Host Nick Cannon, singer-songwriter Robin Thicke, television and radio personality Jenny McCarthy Wahlberg, actor and comedian Ken Jeong and recording artist Rita Ora all returned from the previous three seasons.

Johnny Knoxville appeared as a special guest during the second episode to promote his role as host of Fear Factor: House of Fear. The Teenage Mutant Ninja Turtles appeared in the fourth episode. Christina Perri appeared in the sixth and ninth episodes. The seventh episode featured Taraji P. Henson, who portrayed "Scarab" earlier in the season, as a guest panelist, and Spencer Pratt as a special guest. The eighth episode featured Kelly Osbourne, who portrayed "Ladybug" in the second season, as a guest panelist, and a brief guest appearance from Slipknot's Sid Wilson, Osbourne's fiancé. The Care Bears appeared in the ninth episode. Johnny Gill appeared in the tenth episode. Khalid, Meg Donnelly, Randy Jackson, and Jessica Simpson appeared in the season finale.

== Production ==
On May 7, 2025, it was announced that Fox renewed the series for a fourteenth season, prior to the airing of the thirteenth season's finale later that same day. The season was announced to premiere in January 2026, skipping its usual fall season slot for 2025. On November 11, 2025, it was announced that the season would premiere on January 7, 2026.

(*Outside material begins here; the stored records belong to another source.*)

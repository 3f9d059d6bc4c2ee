// The interfaces of a unit: what each measures, what makes two of them the same, and how one is said in words.
import { z } from 'zod';

const pattern = z.string().regex(/^[A-Z0-9][A-Z0-9-]{0,11}$/);
const mm = z.number().min(1).max(4000);
const bolts = z.number().int().min(1).max(24);
const side = z.enum(['left', 'right', 'top']);

const boltPattern = z.strictObject({ pattern, bolts, dowels: z.number().int().min(0).max(4) });
const bolted = z.strictObject({ bolts, circleMm: mm, pilotMm: mm });
const spline = z.strictObject({ count: z.number().int().min(4).max(60), diameterMm: mm });

/** Every interface there is; one that is left out isn't known. */
export const interfaces = z.strictObject({
  enginePattern: boltPattern.optional(),
  crankFlange: bolted.optional(),
  inputSpline: spline.optional(),
  outputSpline: spline.extend({ form: z.enum(['male', 'female']) }).optional(),
  rearPattern: z.strictObject({ pattern, bolts, clockingDeg: z.number().min(-180).max(180) }).optional(),
  control: z
    .strictObject({
      by: z.enum(['hydraulic', 'electronic', 'none']),
      controller: pattern.nullable(),
      pins: z.number().int().min(0).max(60),
    })
    .optional(),
  speedometer: z
    .strictObject({ by: z.enum(['cable', 'sensor', 'none']), teeth: z.number().int().nullable() })
    .optional(),
  mount: z.strictObject({ bolts, spacingMm: mm, fromFaceMm: mm }).optional(),
  length: z.strictObject({ mm }).optional(),
  shiftLinkage: z.strictObject({ by: z.enum(['cable', 'rod', 'lever', 'motor']), side }).optional(),
  kickdown: z.strictObject({ by: z.enum(['cable', 'vacuum', 'none']) }).optional(),
  cooler: z
    .strictObject({ fitting: z.enum(['flare', 'push', 'banjo', 'none']), lineMm: z.number().min(0).max(30) })
    .optional(),
  clutch: z
    .strictObject({ by: z.enum(['cable', 'slave_outside', 'slave_inside', 'rod']), discMm: mm })
    .optional(),
  dropSide: z.strictObject({ side: z.enum(['left', 'right', 'centre']) }).optional(),
  frontOutput: z.strictObject({ form: z.enum(['yoke', 'flange']), joint: pattern }).optional(),
  rearOutput: z.strictObject({ form: z.enum(['yoke', 'flange', 'slip']), joint: pattern }).optional(),
  housingWidth: z.strictObject({ mm }).optional(),
  perches: z.strictObject({ spacingMm: mm, form: z.enum(['leaf_under', 'leaf_over', 'coil']) }).optional(),
  wheelBolts: bolted.optional(),
  brake: z.strictObject({ by: z.enum(['drum', 'disc']), sizeMm: mm }).optional(),
  shaftSpline: spline.optional(),
  axleRatio: z.strictObject({ ring: z.number().int(), pinion: z.number().int() }).optional(),
});
export type Interfaces = z.infer<typeof interfaces>;
export type InterfaceName = keyof Interfaces;
export type InterfaceValue<N extends InterfaceName> = NonNullable<Interfaces[N]>;

export const INTERFACE_NAMES: readonly InterfaceName[] = interfaces.keyof().options;
export const interfaceName = interfaces.keyof();
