"""How far the clocks of two loggers differ, by what both saw: said, never applied."""

from __future__ import annotations

from collections.abc import Iterator, Sequence
from itertools import combinations, product

import numpy as np

from reporter.clocks import Floats, Lag, departures, lag_between
from reporter.intake.foreign.common import File, length, ticks
from reporter.intake.foreign.intervals import (
    SECOND,
    Clockwork,
    Series,
    average,
    clockwork,
    common_interval,
    intervals_of,
    lengths,
)
from reporter.logged import CODE, ReadingKind

#: Lags looked at reach so far either way [s], in steps no finer than this [s].
FARTHEST, FINEST = 2 * 3600.0, 10.0
#: So many channels of each file are compared.
MOST = 6


def lags_between_files(files: Sequence[File]) -> tuple[tuple[str, str], ...]:
    """For each two files whose clocks seem to differ: the second of them, and by how much and how surely, in words.

    The channels of both are put on common intervals and compared at every lag; what moves them together (a gas both
    were given, a change of the burner) tells.  A difference of one interval is not said.
    """
    found = []
    for one, two in combinations(files, 2):
        grid = _grid(one, two)
        if grid is None:
            continue
        step = grid.step / SECOND
        best: tuple[str, Lag] | None = None
        for (name, first), (other, second) in product(_channels(one, grid), _channels(two, grid)):
            for made in (np.asarray, departures):
                lag = lag_between(made(first), made(second), step, FARTHEST)
                if lag is not None and (best is None or lag.confidence > best[1].confidence):
                    best = (f"{name} of {one.name} and {other} of {two.name}", lag)
        if best is not None and abs(best[1].seconds) > step:
            found.append((two.name, _words(two.name, best[0], best[1])))
    return tuple(found)


def _grid(one: File, two: File) -> Clockwork | None:
    """Common intervals of what two files have in common; None where they do not overlap."""
    times = [ticks(file.readings.times) for file in (one, two)]
    steps = [step for own in times for step in intervals_of(own)]
    if not steps or not all(map(len, times)):
        return None
    begin, end = max(own[0] for own in times), min(own[-1] for own in times)
    step = round(max(common_interval(steps), FINEST) * SECOND)
    return clockwork(int(begin), int(end), step) if end - begin > step else None


def _channels(file: File, grid: Clockwork) -> Iterator[tuple[str, Floats]]:
    """The channels of a file on common intervals, not a number where an interval has none."""
    stamps = ticks(file.readings.times)
    size = lengths(stamps, at_start=file.at_start)
    begin = stamps if file.at_start else stamps - size
    for index, name in list(file.own.items())[:MOST]:
        column = file.readings.logged.columns[index]
        made = average(Series(begin, begin + size, column.values, column.kinds), grid)
        yield name, np.where(made.kind == CODE[ReadingKind.NUMBER], made.value, np.nan)


def _words(file: str, pair: str, lag: Lag) -> str:
    side = "ahead" if lag.seconds > 0.0 else "behind"
    return (
        f"the clock of {file} stands {length(abs(lag.seconds))} {side} ({-lag.seconds:+g} s to be added to its stamps, "
        f"or {lag.seconds:+g} s to those of the other), by {pair}: "
        f"correlation {lag.correlation:.2f} at that lag, {lag.as_stamped:.2f} as stamped, at most "
        f"{abs(lag.elsewhere):.2f} in size at any other, over {lag.points} intervals; confidence "
        f"{lag.confidence:.2f}, of 1"
    )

The fifth episode was delayed an hour by NASCAR coverage, which was in turn delayed by rain. The sixth episode began with a dedication for James Van Der Beek, who portrayed "Griffin" in the previous season, and had died earlier in the day. The season finale was interrupted by a Presidential Address to the Nation, and was continued afterwards. This season was also the only one to be produced under the Fox Entertainment Studios label and the last one to be produced under Fox Entertainment as a whole. Eureka Productions (owned by Fremantle) is set to take production of the show over from Fox with the 15th season.

== Contestants ==
The contestants are said to boast a combined total of 94 million records sold, 21 platinum singles, 3 Emmy wins, 3 Hall of Fame inductions, 3 World Series wins, and 54,438,600 Instagram followers. On December 10, it was revealed that actor and singer Kylie Cantrall was among the contestants, acting as a behind-the-scenes insider, with the panel being completely unaware of her participation and the viewers left to guess which mask she is under; the season premiere episode revealed her identity as "Cat Witch".

This season made history as the first time a couple competed against each other with Ashlee Simpson (Galaxy Girl) competing against Evan Ross (Stingray).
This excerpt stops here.